Константин Богомолов сдул пыль со страниц средневекового романа
Ставя свой новый спектакль "Гаргантюа и Пантагрюэль" в Театре Наций (премьера состоялась только что в рамках фестиваля искусств "Черешневый лес"), Константин Богомолов решительно продекларировал полную аполитичность, сосредоточившись на телесности, справедливо полагая, что она и есть самая несвободная, самая репрессированная субстанция современного человека.
Все, кто ждал от нового спектакля Богомолова скандальных жестов и политических аллюзий, ничего такого в нем не найдут. Он заворожен звуками раблезианской речи, ее пассажами и периодами. Невероятные истории рождения Пантагрюэля, исторгнутого из материнского лона после огромного количества фекальных масс и съеденных животных, рассказываются тремя меланхоличными мужчинами. Главный рассказчик, то есть Рабле, подписавший первую книгу романа анаграммой собственного имени - Алькофрибас Назье.
Высоченный - в духе раблезианских гипербол - Сергей Епишев, постоянный соавтор всех капустников Богомолова, большую часть времени сидит у стола в черных очках слепца или стоит у микрофона, дразня бесстрастной интонацией профессора-зануды. В центре на диване - Виктор Вержбицкий (Пантагрюэль и не только), и Сергей Чонишвили, (его ученый друг Панург, и не только). Их рассказы порой похожи на лекции, а порой на лунатический бред, сопровождаемый монотонным и усыпляющим звуком.
Между тем раблезианские непристойности, одна экзотичней другой, заставляют зрителя испытывать на спектакле Театра Наций явный когнитивный диссонанс. Заторможенные ритмом они готовы дремать, но слова о гульфиках, спермосодержащих пазухах и субстанциях освобождённых кишечников не дают покоя, тревожат. Актеры точно в магическом трансе продолжают "пеленать" дикие и свободные раблезианские "колбаски" в меланхолические ученые диалоги, почти не соблазнившись представить их воочию, подогреть шоу (единственное, что всегда подводит Богомолова - это его неистребимое пристрастие к мюзик-холлу).

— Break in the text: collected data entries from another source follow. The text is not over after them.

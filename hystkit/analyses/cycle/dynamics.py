"""The common linear form of all plants, and its exact motion between two switchings."""

from __future__ import annotations

from dataclasses import dataclass, fields, replace
from functools import cached_property
from typing import Any

import numpy as np
from numpy.typing import NDArray

from hystkit.analyses.cycle.norms import mean_power
from hystkit.base.errors import InputError

Array = NDArray[np.float64]

#: Above this condition number of the eigenvectors, their sum would lose digits [1].
_WELL_CONDITIONED = 1e3
#: Below this the mean of an exponential is 1 [1].
_VANISHING = 1e-100
#: Axes of one element, by field: the matrix, the vectors, the numbers.
_AXES = {"a": 2, "dead_on": 0, "dead_off": 0}


@dataclass(frozen=True, eq=False)
class Dynamics:
    """A plant as x' = A x + f, with a forcing f for each state of the load.

    The sensed value is ``sensed`` times x, the process value ``process`` times x. All arrays
    broadcast over their leading axes, one element for each plant.

    Attributes
    ----------
    a : ndarray
        Matrix A, shape (..., n, n) [1/s].
    on, off : ndarray
        Forcing with the load on and off, shape (..., n).
    sensed, process : ndarray
        Rows that give the sensed value and the process value, shape (..., n).
    disturbance : ndarray or None
        Forcing of a disturbance of 1, shape (..., n); None where the plant does not say how a
        disturbance enters.
    dead_on, dead_off : ndarray
        Time from the command until the load acts, on switching on and off, shape (...) [s].
    """

    a: Array
    on: Array
    off: Array
    sensed: Array
    process: Array
    disturbance: Array | None
    dead_on: Array
    dead_off: Array

    @property
    def order(self) -> int:
        """Number n of states."""
        return int(self.a.shape[-1])

    @cached_property
    def shape(self) -> tuple[int, ...]:
        """Shape of the array of plants; () for a single one."""
        parts = [(name, value) for name, value in self._arrays().items() if value is not None]
        return np.broadcast_shapes(
            *(value.shape[: value.ndim - _AXES.get(name, 1)] for name, value in parts)
        )

    def over(self, shape: tuple[int, ...]) -> Dynamics:
        """Give the same plants with every array broadcast to a shape.

        Parameters
        ----------
        shape : tuple of int
            Leading axes; has to fit `shape`.
        """
        arrays: dict[str, Any] = {}
        for name, value in self._arrays().items():
            inner = () if value is None else value.shape[value.ndim - _AXES.get(name, 1) :]
            arrays[name] = None if value is None else np.broadcast_to(value, shape + inner)
        return Dynamics(**arrays)

    def taken(self, index: Any) -> Dynamics:
        """Give some of the plants.

        Parameters
        ----------
        index : index of the leading axes
            As numpy takes it, such as a mask of the shape `shape`.
        """
        arrays = self.over(self.shape)._arrays()
        taken: dict[str, Any] = {
            name: None if value is None else value[index] for name, value in arrays.items()
        }
        return Dynamics(**taken)

    def shifted(self, disturbance: Any) -> Dynamics:
        """Give the same plants under a constant disturbance.

        Parameters
        ----------
        disturbance : float or ndarray
            Its size, shape (...): a shift of the levels at which a lag settles, a further rate
            of change of an integrating plant, a multiple of `disturbance` elsewhere.

        Raises
        ------
        InputError
            If the plant does not say how a disturbance enters.
        """
        if self.disturbance is None:
            raise InputError(
                "this plant does not say how a disturbance enters.",
                asked="the plant under a disturbance",
                have="several inputs, and no column for a disturbance",
                remedy="StateSpace(..., disturbance=column), the x' of a disturbance of 1",
            )
        change = np.asarray(disturbance, dtype=float)[..., None] * self.disturbance
        return replace(self, on=self.on + change, off=self.off + change)

    def forcing(self, on: Any) -> Array:
        """Return the forcing that acts.

        Parameters
        ----------
        on : bool or ndarray of bool
            Whether the load acts, shape (...).

        Returns
        -------
        ndarray
            Shape (..., n).
        """
        return np.where(np.asarray(on)[..., None], self.on, self.off)

    def rate(self, x: Array, on: Any) -> Array:
        """Return x' = A x + f.

        Parameters
        ----------
        x : ndarray
            States, shape (..., n).
        on : bool or ndarray of bool
            Whether the load acts, shape (...).

        Returns
        -------
        ndarray
            Shape (..., n) [1/s].
        """
        return apply(self.a, x) + self.forcing(on)

    def advance(self, x: Array, on: Any, dt: Any) -> Array:
        """Return the states after a time without switching, in closed form.

        Parameters
        ----------
        x : ndarray
            States at its beginning, shape (..., n).
        on : bool or ndarray of bool
            Whether the load acts, shape (...).
        dt : float or ndarray
            The time, >= 0, shape (...) [s].

        Returns
        -------
        ndarray
            Shape (..., n).
        """
        transition, response = self.flow(dt)
        return apply(transition, x) + apply(response, self.forcing(on))

    def sensed_of(self, x: Array) -> Array:
        """Return the sensed value of states of shape (..., n).

        Parameters
        ----------
        x : ndarray
            States.
        """
        return np.asarray((self.sensed * x).sum(axis=-1))

    def process_of(self, x: Array) -> Array:
        """Return the process value of states of shape (..., n).

        Parameters
        ----------
        x : ndarray
            States.
        """
        return np.asarray((self.process * x).sum(axis=-1))

    @cached_property
    def stable(self) -> NDArray[np.bool_]:
        """Whether every motion dies out, shape (...)."""
        return np.asarray((np.linalg.eigvals(self.a).real < 0).all(axis=-1))

    def settled(self, on: Any) -> Array:
        """Return the states in which the plant would come to rest.

        Parameters
        ----------
        on : bool or ndarray of bool
            Whether the load acts, shape (...).

        Returns
        -------
        ndarray
            Shape (..., n); NaN for a plant that does not come to rest.
        """
        stable = self.stable[..., None, None]
        a = np.where(stable, self.a, -np.eye(self.order))
        rest = -np.linalg.solve(a, self.forcing(on)[..., None])
        return np.asarray(np.where(stable, rest, np.nan)[..., 0])

    def flow(self, dt: Any) -> tuple[Array, Array]:
        """Return the two matrices that carry states over a time without switching.

        Parameters
        ----------
        dt : float or ndarray
            The time, >= 0, shape (...) [s].

        Returns
        -------
        transition, response : ndarray
            exp(A dt), and its integral from 0 to dt; each of shape (..., n, n).
        """
        dt = np.asarray(dt, dtype=float)
        if self.order == 1:
            return _single(self.a, dt)
        if self._cascade:
            return _cascade(self.a, dt)
        if self._drifts:
            return _drift(self.a, dt)
        if self._modes is not None:
            return _modal(*self._modes, dt)
        return _exponential(self.a, dt)

    @cached_property
    def _cascade(self) -> bool:
        """Whether this is a lag that drives a second one, which has a form without cancelling."""
        lags = np.diagonal(self.a, axis1=-2, axis2=-1)
        return bool(self.order == 2 and (self.a[..., 0, 1] == 0).all() and (lags < 0).all())

    @cached_property
    def _drifts(self) -> bool:
        """Whether no state feeds itself, as in an integrator and what adds it up."""
        return bool(((self.a @ self.a) == 0).all())

    @cached_property
    def _modes(self) -> tuple[Any, Any, Any] | None:
        """Eigenvalues, eigenvectors and their inverse; None where these would lose digits."""
        rates, vectors = np.linalg.eig(self.a)
        if not (np.linalg.cond(vectors) < _WELL_CONDITIONED).all():
            return None
        return rates, vectors, np.linalg.inv(vectors)

    def _arrays(self) -> dict[str, Any]:
        return {field.name: getattr(self, field.name) for field in fields(self)}


def apply(matrix: Array, x: Array) -> Array:
    """Return matrix times vector.

    Parameters
    ----------
    matrix : ndarray
        Shape (..., n, n).
    x : ndarray
        Shape (..., n).

    Returns
    -------
    ndarray
        Shape (..., n).
    """
    return np.asarray((matrix @ x[..., None])[..., 0])


def _mean_power(z: Any) -> Any:
    """Return the mean of exp(z s) over 0 < s < 1, without cancelling at 0."""
    # A quotient of numbers close to the smallest there is could overflow.
    zero = np.abs(z) < _VANISHING
    return np.where(zero, 1.0, np.expm1(z) / np.where(zero, 1.0, z))


def _single(a: Array, dt: Array) -> tuple[Array, Array]:
    z = a * dt[..., None, None]
    return np.exp(z), dt[..., None, None] * _mean_power(z)


def _cascade(a: Array, dt: Array) -> tuple[Array, Array]:
    """Two lags in series: holds for equal lags as it stands, and near them."""
    first, second, gain = -a[..., 0, 0], -a[..., 1, 1], a[..., 1, 0]
    faded, follower = np.exp(-first * dt), np.exp(-second * dt)
    # The divided difference of both exponentials, taken from the slower one so as not to overflow.
    slower, apart = np.minimum(first, second), np.abs(first - second)
    passed = dt * np.exp(-slower * dt) * _mean_power(-apart * dt)
    zero = np.zeros_like(passed)
    settled = (-np.expm1(-second * dt) - second * passed) / (first * second)
    transition = _square(faded, zero, gain * passed, follower)
    response = _square(
        -np.expm1(-first * dt) / first, zero, gain * settled, -np.expm1(-second * dt) / second
    )
    return transition, response


def _drift(a: Array, dt: Array) -> tuple[Array, Array]:
    """Return the exponential series, which ends after two terms where A A = 0."""
    t, unit = dt[..., None, None], np.eye(a.shape[-1])
    return unit + a * t, unit * t + a * (t * t / 2)


def _square(*entries: Any) -> Array:
    """Put four arrays of shape (...) together to (..., 2, 2)."""
    flat = np.stack(np.broadcast_arrays(*entries), axis=-1)
    return flat.reshape(*flat.shape[:-1], 2, 2)


def _modal(rates: Any, vectors: Any, inverse: Any, dt: Array) -> tuple[Array, Array]:
    z = rates * dt[..., None]
    weights = np.exp(z), dt[..., None] * _mean_power(z)
    transition, response = ((vectors * w[..., None, :]) @ inverse for w in weights)
    return transition.real, response.real


def _exponential(a: Array, dt: Array) -> tuple[Array, Array]:
    """Take the exponential of a matrix, also of one with too few eigenvectors."""
    t = dt[..., None, None]
    mean = mean_power(a * t)
    return np.eye(a.shape[-1]) + a * t @ mean, t * mean
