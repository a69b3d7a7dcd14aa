"""Many plants between two switchings, as closed forms that a search can evaluate quickly.

Elements stand on the last axis here, states on the first: one array operation then moves every
plant by a time of its own.
"""

from __future__ import annotations

from abc import ABC, abstractmethod
from functools import cached_property
from typing import Any

import numpy as np
from numpy.typing import NDArray

from hystkit.analyses.cycle.dynamics import Dynamics
from hystkit.analyses.cycle.norms import fading_norm, largest_growth, mean_power

Array = NDArray[np.float64]

#: Above this condition number of the eigenvectors, a sum of exponentials would lose digits [1].
_WELL_CONDITIONED = 1e4
#: Stands for an eigenvalue of zero, so that an integrator is a lag of this many seconds [1/s].
_STILL = -1e-200


class Motion(ABC):
    """How the states of m plants move while their forcing stays.

    Coordinates z have shape (n, m). With v = z' at the beginning of a segment, the plant has
    moved by ``covered(v, t)`` after a time t; only differences appear, so that nothing cancels.

    Attributes
    ----------
    longest : ndarray, shape (m,)
        Time over which `bend` bounds a signal [s]; infinite unless a mode grows.
    """

    longest: Array

    @abstractmethod
    def inward(self, x: Array) -> NDArray[Any]:
        """Turn states or forcings of shape (m, n) into coordinates of shape (n, m).

        Parameters
        ----------
        x : ndarray
            One row for each plant.
        """

    @abstractmethod
    def outward(self, z: NDArray[Any]) -> Array:
        """Turn coordinates of shape (..., n, m) into states of shape (..., m, n).

        Parameters
        ----------
        z : ndarray
            As `inward` gives them.
        """

    @abstractmethod
    def row(self, row: Array) -> NDArray[Any]:
        """Turn rows of shape (m, n) that act on states into ones that act on coordinates.

        Parameters
        ----------
        row : ndarray
            One for each plant.
        """

    @abstractmethod
    def turned(self, v: NDArray[Any]) -> NDArray[Any]:
        """Return A v, the rate at which a rate v changes.

        Parameters
        ----------
        v : ndarray
            Shape (..., n, m).
        """

    @abstractmethod
    def covered(self, v: NDArray[Any], t: Array) -> NDArray[Any]:
        """Return how far the plants move in a time.

        Parameters
        ----------
        v : ndarray
            Rates at its beginning, shape (..., n, m).
        t : ndarray
            Its length, shape (..., m) [s].
        """

    @abstractmethod
    def bend(self, row: NDArray[Any], turned: NDArray[Any]) -> Array:
        """Return a bound that the second derivative of a signal never exceeds within `longest`.

        Parameters
        ----------
        row : ndarray
            Gives the signal, shape (n, m).
        turned : ndarray
            A v at the moment from which the bound holds, shape (n, m).
        """

    @abstractmethod
    def taken(self, index: NDArray[np.intp]) -> Motion:
        """Give the motion of some of the plants, repeated or not.

        Parameters
        ----------
        index : ndarray of int
            Which.
        """

    @property
    @abstractmethod
    def slowest(self) -> Array:
        """Longest time constant of each plant, shape (m,) [s]; infinite for an integrator."""

    @property
    @abstractmethod
    def fades(self) -> NDArray[np.bool_]:
        """Whether all modes but an integrator surely die out, shape (m,)."""


class Modal(Motion):
    """Independent modes: each rate fades, grows or turns as one exponential.

    Parameters
    ----------
    rates : ndarray
        Eigenvalues, shape (n, m), real or complex [1/s].
    vectors, inverse : ndarray
        Eigenvectors and their inverse, shape (m, n, n).
    """

    def __init__(self, rates: NDArray[Any], vectors: NDArray[Any], inverse: NDArray[Any]) -> None:
        self._rates = np.where(rates == 0, _STILL, rates)
        self._spans = 1 / self._rates
        self._vectors, self._inverse = vectors, inverse
        self._turns = np.iscomplexobj(rates)
        growth = self._rates.real.max(axis=0)
        self._grows = bool((growth > 0).any())
        # Over this time a growing mode grows by e.
        self.longest = np.where(growth > 0, 1 / np.where(growth > 0, growth, 1.0), np.inf)

    def inward(self, x: Array) -> NDArray[Any]:
        """Give the share of each mode."""
        return np.asarray((self._inverse @ x[..., None])[..., 0].T)

    def outward(self, z: NDArray[Any]) -> Array:
        """Put the modes together."""
        return np.asarray((self._vectors @ np.moveaxis(z, -2, -1)[..., None])[..., 0].real)

    def row(self, row: Array) -> NDArray[Any]:
        """Give the weight of each mode."""
        return np.asarray((row[..., None, :] @ self._vectors)[..., 0, :].T)

    def turned(self, v: NDArray[Any]) -> NDArray[Any]:
        """Scale each mode by its eigenvalue."""
        return np.asarray(self._rates * v)

    def covered(self, v: NDArray[Any], t: Array) -> NDArray[Any]:
        """Integrate each mode: v (exp(rate t) - 1) / rate."""
        return np.asarray(np.expm1(self._rates * t[..., None, :]) * self._spans * v)

    def bend(self, row: NDArray[Any], turned: NDArray[Any]) -> Array:
        """Add up what bends upward; it fades from here on, or turns within its magnitude."""
        upward = np.abs(row * turned) if self._turns else np.maximum(row * turned, 0.0)
        return np.asarray(upward.sum(axis=0) * (np.e if self._grows else 1.0))

    def taken(self, index: NDArray[np.intp]) -> Modal:
        """Give the modes of some of the plants."""
        return Modal(self._rates[:, index], self._vectors[index], self._inverse[index])

    @property
    def slowest(self) -> Array:
        """Longest time constant."""
        return np.asarray(np.where(self._rates == _STILL, np.inf, np.abs(self._spans)).max(axis=0))

    @property
    def fades(self) -> NDArray[np.bool_]:
        """Whether no mode turns or grows for ever; rounding is no damping."""
        return np.asarray((self._rates.real < -1e-9 * np.abs(self._rates)).all(axis=0))


class Coupled(Motion):
    """States that no modes describe well, such as those of equal lags in series.

    Parameters
    ----------
    dynamics : Dynamics
        Of shape (m,).
    """

    def __init__(self, dynamics: Dynamics) -> None:
        self._dynamics = dynamics
        # Two lags in series have a closed form.
        self._in_series = dynamics.order == 2 and not dynamics.a[:, 0, 1].any()
        self._uneven = largest_growth(dynamics.a) > 0
        self.longest = np.full(self._uneven.shape, np.inf)
        self._grows = np.ones(self._uneven.shape)
        if self._uneven.any():
            self._norm, self._inverse, growth = fading_norm(dynamics.a)
            grows = self._uneven & (growth > 0)
            # Over this time the norm grows by e at most.
            self.longest[grows] = 1 / growth[grows]
            self._grows[grows] = np.e

    def inward(self, x: Array) -> NDArray[Any]:
        """Give the states, their axes turned."""
        return x.T

    def outward(self, z: NDArray[Any]) -> Array:
        """Give the states, their axes turned back."""
        return np.moveaxis(z, -2, -1)

    def row(self, row: Array) -> NDArray[Any]:
        """Give the rows, their axes turned."""
        return row.T

    def turned(self, v: NDArray[Any]) -> NDArray[Any]:
        """Multiply by A."""
        return _through(self._dynamics.a, v)

    def covered(self, v: NDArray[Any], t: Array) -> NDArray[Any]:
        """Multiply by the integral of exp(A t)."""
        a = self._dynamics.a
        if self._in_series:
            return _through(self._dynamics.flow(t)[1], v)
        return _through(mean_power(a * t[..., None, None]), v) * t[..., None, :]

    def bend(self, row: NDArray[Any], turned: NDArray[Any]) -> Array:
        """Bound the signal by a norm that does not grow: the largest state, or a quadratic one."""
        bound = np.abs(row).sum(axis=0) * np.abs(turned).max(axis=0)
        if self._uneven.any():
            square = _form(self._inverse, row) * _form(self._norm, turned)
            bound = np.where(self._uneven, np.sqrt(square), bound)
        return np.asarray(bound * self._grows)

    def taken(self, index: NDArray[np.intp]) -> Coupled:
        """Give some of the plants."""
        return Coupled(self._dynamics.taken(index))

    @cached_property
    def _slowest(self) -> Array:
        rates = np.abs(np.linalg.eigvals(self._dynamics.a)).min(axis=-1)
        still = rates <= 1e-12 * np.abs(self._dynamics.a).max(axis=(-2, -1))
        return np.asarray(np.where(still, np.inf, 1 / np.where(still, 1.0, rates)))

    @property
    def slowest(self) -> Array:
        """Longest time constant."""
        return self._slowest

    @property
    def fades(self) -> NDArray[np.bool_]:
        """Whether an integrator is told apart from other modes; here it is not."""
        return np.isfinite(self._slowest)


def separable(dynamics: Dynamics) -> tuple[NDArray[np.bool_], Any]:
    """Tell which plants modes describe well, with the modes of all.

    Parameters
    ----------
    dynamics : Dynamics
        Of shape (m,).

    Returns
    -------
    separable : ndarray of bool, shape (m,)
        Whether `Modal` holds for each.
    modes : tuple of ndarray
        Eigenvalues and eigenvectors.
    """
    rates, vectors = np.linalg.eig(dynamics.a)
    return np.linalg.cond(vectors) < _WELL_CONDITIONED, (rates, vectors)


def motions(dynamics: Dynamics) -> list[tuple[NDArray[np.intp], Motion]]:
    """Give the motion of every plant, those of one kind together.

    Parameters
    ----------
    dynamics : Dynamics
        Of shape (m,).

    Returns
    -------
    list of tuple
        Indices of the plants, and their motion.
    """
    modal, (rates, vectors) = separable(dynamics)
    found: list[tuple[NDArray[np.intp], Motion]] = []
    if modal.any():
        index = np.flatnonzero(modal)
        own = vectors[index]
        found.append((index, Modal(rates[index].T, own, np.linalg.inv(own))))
    if not modal.all():
        index = np.flatnonzero(~modal)
        found.append((index, Coupled(dynamics.taken(index))))
    return found


def _form(matrix: Array, v: NDArray[Any]) -> Array:
    """Return v' M v, for vectors of shape (n, m) and a matrix for each element."""
    return np.asarray((v * _through(matrix, v)).sum(axis=0))


def _through(matrix: Array, v: NDArray[Any]) -> NDArray[Any]:
    """Multiply vectors of shape (..., n, m) by a matrix for each element, (..., m, n, n)."""
    product = matrix @ np.moveaxis(v, -2, -1)[..., None]
    return np.moveaxis(product[..., 0], -1, -2)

А между тем все, что говорится в спектакле, относится сегодня к области полузапретного. Здесь не звучит мат, но фекалии, экскременты, потоки мочи, жизнь гульфиков и скрываемых в них яичек - все бесконечное разнообразие "материально-телесного низа", столь глубоко проанализированное в книге Михаила Бахтина о Рабле и народной культуре средневековья - вспоминаются здесь как на поминках, точно празднуя свою смерть.
И место этого оплакивания выбрано под стать - огромная, обитая красным бархатом гостиная не радует, но скорее пугает своим кровоподобным цветом, на фоне которого сидят стареющие Пантагрюэль и Панург, навеки отлученные от своей "карнавальной" телесности (художник Лариса Ломакина).
Женщины в этом мире возникают либо из смертного небытия (того, в котором пребывает умершая при "раблезианских" родах мать Пантагрюэля - Дарья Мороз), либо из лунатических видений. Так появляется на сцене "поющее лоно" в исполнении Александры Ребенок, чья дама зовется просто Тамарой: водрузившись на стул, она приоткрывает складки роскошного платья и устанавливает микрофон на уровне непристойной части тела, вслушиваясь в божественные звуки Casta Diva, льющиеся прямо оттуда.
Старость и смерть с их проявлениями - единственная область телесного, допущенная в этот мир.
Герой Вержбицкого - одновременно отец и сын, не успев родиться, становится старым и пребывает в философском оцепенении. Звучит "Темная ночь", и с этими звуками, знакомыми до боли, всплывает и подключается к разговору о телесности вся сложность завещанного нам отцовского мира, переводя разговор о теле из интимной памяти в память коллективную, где как никогда пылает вопрос о патриархальной фигуре отца-отечества и его наследии.
В финале говорится о том, что умерли все великаны, и чтобы продемонстрировать это, Сергей Епишев становится на колени. Так, на коленях, он и поет известный хит 80-х "Маленькая страна", ставя бравурно-горестную точку в меланхолическом спектакле.
Пародийная и освобождающая сила книги, казалось, навсегда осталась в "темном средневековье". Но стыдливая духовность новейших времен заставили Рабле вновь стать актуальным художником. Ведь его проповедь звучит сегодня оглушительно и опасно: "Насколько же запах вина соблазнительнее, пленительнее, восхитительнее, животворнее и тоньше, чем запах елея!"